Ensayo de José Fermín Garralda Arizcun en el que habla del Magisterio Pontificio y la resistencia y la sumisión ante el poder.
3. El origen del Poder y la Sumisión. 3.1. Magisterio de la Iglesia.
Nos referimos al Magisterio de todos los Papas, especialmente los de los s. XIX y primera mitad del XX.

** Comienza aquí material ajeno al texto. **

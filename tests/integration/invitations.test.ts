import { afterAll, inject, describe, expect, test } from "vitest";
import { Membership, Organisation } from "#models/index";
import { getDatabase } from "#server/db/database.server";
import { waitForLink } from "../support/outbox";
import { DEMO_PASSWORDS, GOOD_PASSWORD, signUpNewOrganisation, TestClient, uniqueEmail } from "../support/client";
import { plain } from "../support/html";

const outboxDir = inject("outboxDir");
const LINK = /https?:\/\/\S+\/invitations\/[A-Za-z0-9_-]+/;
// The models are bound to the test database when it is first opened.
const sequelize = getDatabase();
afterAll(() => sequelize.close());

/** The membership id of the one member of a new organisation (the page offers no controls on one's own row). */
async function onlyMembershipId(slug: string): Promise<string | undefined> {
  const organisation = await Organisation.findOne({ where: { slug } });
  const memberships = await Membership.findAll({ where: { organisationId: organisation?.id ?? "" } });
  return memberships.length === 1 ? memberships[0].id : undefined;
}

describe("Invitations", () => {
  test("An owner invites a new person, who joins through the e-mailed link with the invited role", async () => {
    const { client: owner, slug } = await signUpNewOrganisation("inviter");
    const invitee = uniqueEmail("invitee");
    const sent = await owner.post(`/o/${slug}/settings/members`, { intent: "invite", email: invitee, role: "reviewer" });
    expect(sent.status).toBe(302);

    const path = new URL(await waitForLink(outboxDir, invitee, LINK)).pathname;
    const guest = new TestClient();
    const page = await guest.get(path);
    expect(page.status).toBe(200);
    expect(page.text).toContain("reviewer");

    const joined = await guest.post(path, { name: "Rhea Invitee", password: GOOD_PASSWORD });
    expect(joined.status).toBe(302);
    expect(joined.location).toBe(`/o/${slug}`);
    const members = await guest.get(`/o/${slug}/settings/members`);
    expect(members.status).toBe(200);
    expect(members.text).toContain("Rhea Invitee");

    // The new member is a reviewer: reading is allowed, inviting is not.
    expect((await guest.post(`/o/${slug}/settings/members`, { intent: "invite", email: uniqueEmail("x"), role: "trainee" })).status).toBe(403);
    // The link is spent.
    expect((await new TestClient().get(path)).status).toBe(404);
  });

  test("An existing user accepts after signing in", async () => {
    const { client: owner, slug } = await signUpNewOrganisation("inviter2");
    const { email: existingEmail, client: existing } = await signUpNewOrganisation("existing");
    await owner.post(`/o/${slug}/settings/members`, { intent: "invite", email: existingEmail, role: "engineer" });
    const path = new URL(await waitForLink(outboxDir, existingEmail, LINK)).pathname;
    const accepted = await existing.post(path, {});
    expect(accepted.status).toBe(302);
    expect((await existing.get(`/o/${slug}/sites`)).status).toBe(200);
  });

  test("An admin may not hand out the owner role", async () => {
    const admin = new TestClient();
    await admin.signIn(...DEMO_PASSWORDS.admin);
    const response = await admin.post("/o/lanternfield/settings/members", { intent: "invite", email: uniqueEmail("would-be-owner"), role: "owner" });
    expect(response.status).toBe(403);
    expect(response.text).toContain("Only an owner can make someone an owner.");
  });

  test("The last owner can be neither removed nor demoted", async () => {
    const { client: owner, slug } = await signUpNewOrganisation("last-owner");
    const membershipId = await onlyMembershipId(slug);
    expect(membershipId).toBeDefined();
    const demote = await owner.post(`/o/${slug}/settings/members`, { intent: "change-role", membershipId: membershipId!, role: "admin" });
    expect(demote.status).toBe(409);
    expect(demote.text).toContain("last owner");
    const remove = await owner.post(`/o/${slug}/settings/members`, { intent: "remove", membershipId: membershipId! });
    expect(remove.status).toBe(409);
  });

  test("Members are offered role changes and removal for others, never for their own row", async () => {
    const { client: owner, slug } = await signUpNewOrganisation("own-row");
    const invitee = uniqueEmail("own-row-admin");
    await owner.post(`/o/${slug}/settings/members`, { intent: "invite", email: invitee, role: "admin" });
    const path = new URL(await waitForLink(outboxDir, invitee, LINK)).pathname;
    const admin = new TestClient();
    await admin.post(path, { name: "Row Admin", password: GOOD_PASSWORD });
    const page = await admin.get(`/o/${slug}/settings/members`);
    expect(page.status).toBe(200);
    // The admin sees the owner's row read-only (only an owner changes an owner) and their own row read-only too.
    expect(plain(page.text)).not.toContain("Role of Row Admin");
    expect(page.text).not.toContain('aria-label="Remove Row Admin"');
    expect(page.text).not.toMatch(/name="membershipId" value="[0-9a-f-]{36}"/);
    const ownerPage = plain((await owner.get(`/o/${slug}/settings/members`)).text);
    expect(ownerPage).toContain("Role of Row Admin");
    expect(ownerPage).toContain('aria-label="Remove Row Admin"');
    expect(ownerPage).not.toContain("Role of Test own-row");
  });

  test("Role changes and removals go to the audit log", async () => {
    const { client: owner, slug } = await signUpNewOrganisation("audited");
    const invitee = uniqueEmail("audited-invitee");
    await owner.post(`/o/${slug}/settings/members`, { intent: "invite", email: invitee, role: "trainee" });
    const path = new URL(await waitForLink(outboxDir, invitee, LINK)).pathname;
    await new TestClient().post(path, { name: "Audit Subject", password: GOOD_PASSWORD });
    const page = await owner.get(`/o/${slug}/settings/members`);
    const rows = [...page.text.matchAll(/name="membershipId" value="([0-9a-f-]{36})"/g)].map((match) => match[1]);
    const subjectId = rows.find((id) => page.text.indexOf(id) > page.text.indexOf("Audit Subject"));
    expect(subjectId).toBeDefined();
    expect((await owner.post(`/o/${slug}/settings/members`, { intent: "change-role", membershipId: subjectId!, role: "engineer" })).status).toBe(302);
    expect((await owner.post(`/o/${slug}/settings/members`, { intent: "remove", membershipId: subjectId! })).status).toBe(302);
    const audit = await owner.get(`/o/${slug}/settings/audit`);
    for (const action of ["invitation.sent", "invitation.accepted", "member.role-changed", "member.removed"]) expect(audit.text).toContain(`<tr data-action="${action}"`);
  });
});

Omito el magisterio ordinario de los obispos en cada diócesis o bien los textos de varios obispos juntos. Todos los Pontífices recuerdan la doctrina en las encíclicas recogidas en los documentos politicos, jurídicos y sociales editados por la BAC. También hay manuales que recogen los textos más sobresalientes; por citar algunos mencionemos los de Herrera Oria (14), y más recientemente –por poner unos ejemplos- de Daniel Boira (15), José Ricart Torrens (16) etc. (17).
Los Pontífices insisten en los temas más candentes del momento, como eran: El sometimiento a la autoridad superior, el origen divino del poder, que toda potestad viene de Dios, que no se puede resistir a la autoridad, que la autoridad no es enemiga de los buenos, y que hay que someterse a ella por deber de conciencia (18).
Todo gobernante legítimo es ministro de Dios (Rom. 13, 1-4) y como tal se le debe de obedecer en conciencia.
La dignidad del poder político es mayor que la meramente humana (León XIII, Diuturnum Illud, nº 8).
El que manda lo hace como cosa propia, como derecho propio, sin que el pueblo pueda revocar la entrega del poder a su antojo en el caso de haberle transmitido la autoridad y elegido (Diuturnum Illud, nº 3).
Para la Iglesia, el pueblo que traspasa la autoridad o poder al gobernante, no permanece como sujeto detentador del poder, pues en tal caso “¿en qué queda convertida la autoridad? Una sombra, un mito; no hay ley propiamente dicha, no existe ya la obediencia…”. Así rechazó Pío X las tesis de Le Sillon en Notre Chargue apostolique (nº 22).
El origen divino lo afirma desde N. S. Jesucristo a Pilato (“No tendrías poder alguno sobre mí, si no te fuera dado de arriba”, Juan, 19,11), San Pablo (Rom 13,1-4) y la Iglesia universal durante todos los tiempos.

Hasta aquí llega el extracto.